John Lee Hooker made a guitar sound like it was walking down a dark road. One chord. That's all he needed. He didn't follow the twelve-bar form because he followed his own pulse -- and his pulse was a boogie that never stopped. Boogie Chillen' hit #1 on the r&b charts in 1949 and proved the blues didn't need chord changes to hypnotize a room.
He recorded under a dozen different names for a dozen different labels because he kept signing contracts without reading them -- a habit that cost him money but never cost him the music. When the British blues boom happened, Hooker just shrugged and kept doing what he'd always done: one chord, one groove, one foot stomping on a board.

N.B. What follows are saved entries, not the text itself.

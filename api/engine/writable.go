package engine

import (
	"context"
	"fmt"
	"sync"
	"time"
)

// cursorWriteProbe names the value readiness writes to learn that the
// store takes writes: a store that answers reads while its writes fail (a
// full disk, a database gone read-only) must not pass for ready, since
// every input would then be refused.
const cursorWriteProbe = "ready.write-probe"

// writeProbeEvery bounds how often the probe writes; in between, the last
// answer stands.
const writeProbeEvery = 2 * time.Second

// writeProbe is the last probe: when it ran (monotonic) and its answer.
type writeProbe struct {
	mu  sync.Mutex
	at  time.Time
	err error
}

// StoreWrites reports whether the store takes writes: a small write, at
// most once per writeProbeEvery (the answer in between is the last one).
// Readiness calls it.
func (e *Engine) StoreWrites(ctx context.Context) error {
	p := &e.probe
	p.mu.Lock()
	defer p.mu.Unlock()
	if !p.at.IsZero() && time.Since(p.at) < writeProbeEvery {
		return p.err
	}
	err := e.cfg.Store.SetCursor(ctx, cursorWriteProbe, time.Now().UTC().Format(time.RFC3339Nano))
	if ctx.Err() != nil {
		// The caller gave up: no answer about the store.
		return err
	}
	p.at, p.err = time.Now(), nil
	if err != nil {
		p.err = fmt.Errorf("engine: the store does not take writes: %w", err)
	}
	return p.err
}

The Healer in 1989 brought him full circle -- Carlos Santana, Bonnie Raitt, and Robert Cray all came to play on his record. He was in his seventies and suddenly bigger than ever. Boom Boom. Dimples. Hobo Blues. He died at 88, the oldest living link to the Delta, and the boogie never stopped.
The Hook outlasted every trend, every label, every contract he signed without reading. By the end, he was the last of the Delta originals, and the whole world had finally caught up to what he'd been doing for sixty years. One chord. One groove. Boogie Chillen' is still Saturday night refusing to turn into Sunday morning.